YOUR GOAL: Write out again, please, the records below from the first line to the line holding "if math.Abs(ff-want) >", inclusive, and nothing else.

[Records from a data source]
·····

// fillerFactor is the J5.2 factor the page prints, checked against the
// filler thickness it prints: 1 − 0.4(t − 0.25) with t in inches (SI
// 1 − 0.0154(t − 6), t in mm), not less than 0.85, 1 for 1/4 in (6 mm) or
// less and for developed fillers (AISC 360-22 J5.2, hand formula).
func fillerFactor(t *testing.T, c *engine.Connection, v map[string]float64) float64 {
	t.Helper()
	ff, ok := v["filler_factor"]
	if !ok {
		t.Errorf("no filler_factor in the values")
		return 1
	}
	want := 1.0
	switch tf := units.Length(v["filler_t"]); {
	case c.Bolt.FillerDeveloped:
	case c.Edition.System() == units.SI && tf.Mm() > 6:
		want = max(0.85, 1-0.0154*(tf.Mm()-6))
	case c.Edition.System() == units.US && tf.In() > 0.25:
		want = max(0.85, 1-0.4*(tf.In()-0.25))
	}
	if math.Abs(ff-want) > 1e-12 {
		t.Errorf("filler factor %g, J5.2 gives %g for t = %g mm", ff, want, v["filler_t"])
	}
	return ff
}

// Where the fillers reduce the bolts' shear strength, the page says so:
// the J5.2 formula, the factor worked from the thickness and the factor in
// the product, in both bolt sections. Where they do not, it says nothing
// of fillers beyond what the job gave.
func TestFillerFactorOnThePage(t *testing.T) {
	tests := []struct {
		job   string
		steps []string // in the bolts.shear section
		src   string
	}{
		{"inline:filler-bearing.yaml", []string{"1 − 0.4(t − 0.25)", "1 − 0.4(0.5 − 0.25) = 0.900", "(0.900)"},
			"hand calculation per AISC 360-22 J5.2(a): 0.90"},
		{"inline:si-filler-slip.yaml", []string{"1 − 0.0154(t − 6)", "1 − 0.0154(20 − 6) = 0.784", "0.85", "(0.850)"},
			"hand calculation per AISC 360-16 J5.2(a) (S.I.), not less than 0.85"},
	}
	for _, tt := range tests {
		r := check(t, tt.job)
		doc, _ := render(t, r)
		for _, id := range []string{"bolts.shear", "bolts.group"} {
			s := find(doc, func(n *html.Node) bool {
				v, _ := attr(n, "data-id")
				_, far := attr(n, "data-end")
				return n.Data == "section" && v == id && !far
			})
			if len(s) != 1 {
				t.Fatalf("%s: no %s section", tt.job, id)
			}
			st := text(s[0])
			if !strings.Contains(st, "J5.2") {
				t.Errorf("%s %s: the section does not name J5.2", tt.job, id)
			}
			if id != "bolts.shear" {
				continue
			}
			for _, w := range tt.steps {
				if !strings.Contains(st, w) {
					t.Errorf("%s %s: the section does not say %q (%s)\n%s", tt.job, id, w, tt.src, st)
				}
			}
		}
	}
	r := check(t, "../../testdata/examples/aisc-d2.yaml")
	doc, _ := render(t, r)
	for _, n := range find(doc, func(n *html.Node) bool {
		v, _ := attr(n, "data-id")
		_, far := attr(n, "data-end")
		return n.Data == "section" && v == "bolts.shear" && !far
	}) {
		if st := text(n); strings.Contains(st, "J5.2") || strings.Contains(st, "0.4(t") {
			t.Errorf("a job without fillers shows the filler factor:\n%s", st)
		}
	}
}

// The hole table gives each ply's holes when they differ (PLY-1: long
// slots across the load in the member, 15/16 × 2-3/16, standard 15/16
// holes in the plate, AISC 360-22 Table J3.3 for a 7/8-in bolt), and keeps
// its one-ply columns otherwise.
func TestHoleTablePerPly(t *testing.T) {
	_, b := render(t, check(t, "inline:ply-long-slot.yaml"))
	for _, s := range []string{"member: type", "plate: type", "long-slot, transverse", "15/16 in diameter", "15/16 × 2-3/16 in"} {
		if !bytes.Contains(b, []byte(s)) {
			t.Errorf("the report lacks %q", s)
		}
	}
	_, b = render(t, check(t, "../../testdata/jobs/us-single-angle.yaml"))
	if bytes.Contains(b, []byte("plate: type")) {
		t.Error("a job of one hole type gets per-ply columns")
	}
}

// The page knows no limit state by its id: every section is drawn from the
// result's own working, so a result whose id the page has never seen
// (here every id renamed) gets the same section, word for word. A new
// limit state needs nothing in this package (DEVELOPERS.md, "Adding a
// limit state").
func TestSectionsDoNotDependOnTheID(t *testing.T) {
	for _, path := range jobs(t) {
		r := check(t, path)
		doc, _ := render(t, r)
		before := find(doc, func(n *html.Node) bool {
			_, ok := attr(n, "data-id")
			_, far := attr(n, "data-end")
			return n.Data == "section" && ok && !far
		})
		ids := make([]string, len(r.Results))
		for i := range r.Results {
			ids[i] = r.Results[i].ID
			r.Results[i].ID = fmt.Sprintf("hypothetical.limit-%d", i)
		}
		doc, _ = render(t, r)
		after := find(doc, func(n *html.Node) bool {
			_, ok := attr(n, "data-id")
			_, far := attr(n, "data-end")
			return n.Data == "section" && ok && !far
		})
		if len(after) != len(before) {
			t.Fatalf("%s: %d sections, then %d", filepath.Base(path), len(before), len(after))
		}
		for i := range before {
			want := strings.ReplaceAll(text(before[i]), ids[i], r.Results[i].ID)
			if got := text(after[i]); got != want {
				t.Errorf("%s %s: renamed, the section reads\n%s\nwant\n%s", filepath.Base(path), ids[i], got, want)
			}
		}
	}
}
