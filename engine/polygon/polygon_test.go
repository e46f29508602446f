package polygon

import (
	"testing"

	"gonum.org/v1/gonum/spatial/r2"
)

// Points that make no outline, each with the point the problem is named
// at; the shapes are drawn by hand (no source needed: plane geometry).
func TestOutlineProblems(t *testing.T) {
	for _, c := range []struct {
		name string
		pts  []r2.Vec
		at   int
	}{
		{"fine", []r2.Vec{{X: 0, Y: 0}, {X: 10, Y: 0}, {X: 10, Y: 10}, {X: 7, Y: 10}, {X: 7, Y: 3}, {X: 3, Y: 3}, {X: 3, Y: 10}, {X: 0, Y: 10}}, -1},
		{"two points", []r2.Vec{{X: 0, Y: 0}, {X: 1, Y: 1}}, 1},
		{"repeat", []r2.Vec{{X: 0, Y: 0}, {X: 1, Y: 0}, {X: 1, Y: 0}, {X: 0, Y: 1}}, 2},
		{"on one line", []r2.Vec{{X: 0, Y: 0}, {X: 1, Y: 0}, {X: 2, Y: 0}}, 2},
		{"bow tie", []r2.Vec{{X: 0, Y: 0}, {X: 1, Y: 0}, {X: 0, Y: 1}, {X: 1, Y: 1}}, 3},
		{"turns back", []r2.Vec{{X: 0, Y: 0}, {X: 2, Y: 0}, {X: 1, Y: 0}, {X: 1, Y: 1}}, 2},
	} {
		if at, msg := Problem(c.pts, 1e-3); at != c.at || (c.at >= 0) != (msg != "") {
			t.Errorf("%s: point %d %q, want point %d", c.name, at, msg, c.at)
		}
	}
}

·····

RESULT OF THIS TASK:
// fillerFactor is the J5.2 factor the page prints, checked against the
// filler thickness it prints: 1 − 0.4(t − 0.25) with t in inches (SI
// 1 − 0.0154(t − 6), t in mm), not less than 0.85, 1 for 1/4 in (6 mm) or
// less and for developed fillers (AISC 360-22 J5.2, hand formula).
func fillerFactor(t *testing.T, c *engine.Connection, v map[string]float64) float64 {
	t.Helper()
	ff, ok := v["filler_factor"]
	if !ok {
		t.Errorf("no filler_factor in the values")
		return 1
	}
	want := 1.0
	switch tf := units.Length(v["filler_t"]); {
	case c.Bolt.FillerDeveloped:
	case c.Edition.System() == units.SI && tf.Mm() > 6:
		want = max(0.85, 1-0.0154*(tf.Mm()-6))
	case c.Edition.System() == units.US && tf.In() > 0.25:
		want = max(0.85, 1-0.4*(tf.In()-0.25))
	}
	if math.Abs(ff-want) > 1e-12 {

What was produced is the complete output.